An exact copy of every record is the required answer.
***** Records supplied
"""Estimating preferences from budget data, and the true index from the estimate.

- :mod:`.panel`        the data: prices, budget shares, total expenditure, survey weights;
- :mod:`.system`       iterated least squares for share-equation systems, robust covariance;
- :mod:`.ces`          CES and nested CES share equations;
- :mod:`.les`          the linear expenditure system (Stone 1954);
- :mod:`.almost_ideal` AIDS and QUAIDS, linear approximate and nonlinear, restrictions, tests;
- :mod:`.estimator`    :func:`fit`: one call from data to a fitted, checked model;
- :mod:`.uncertainty`  intervals for the Konüs index and the substitution bias.
"""

from __future__ import annotations

from .estimator import FITTED_FAMILIES, FitResult, ParameterEstimate, RegularityReport, fit
from .panel import Panel
from .uncertainty import ComparisonIntervals, Interval, comparison_intervals

__all__ = [
    "FITTED_FAMILIES",
    "ComparisonIntervals",
    "FitResult",
    "Interval",
    "Panel",
    "ParameterEstimate",
    "RegularityReport",
    "comparison_intervals",
    "fit",
]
**********
- Solution for this task
"""Estimating preferences from budget data, and the true index from the estimate.

- :mod:`.panel`        the data: prices, budget shares, total expenditure, survey weights;
- :mod:`.system`       iterated least squares for share-equation systems, robust covariance;
- :mod:`.ces`          CES and nested CES share equations;
- :mod:`.les`          the linear expenditure system (Stone 1954);
- :mod:`.almost_ideal` AIDS and QUAIDS, linear approximate and nonlinear, restrictions, tests;
- :mod:`.estimator`    :func:`fit`: one call from data to a fitted, checked model;
- :mod:`.uncertainty`  intervals for the Konüs index and the substitution bias.
"""

from __future__ import annotations

from .estimator import FITTED_FAMILIES, FitResult, ParameterEstimate, RegularityReport, fit
from .panel import Panel
from .uncertainty import ComparisonIntervals, Interval, comparison_intervals

__all__ = [
    "FITTED_FAMILIES",
    "ComparisonIntervals",
    "FitResult",
    "Interval",
    "Panel",
    "ParameterEstimate",
    "RegularityReport",
    "comparison_intervals",
    "fit",
]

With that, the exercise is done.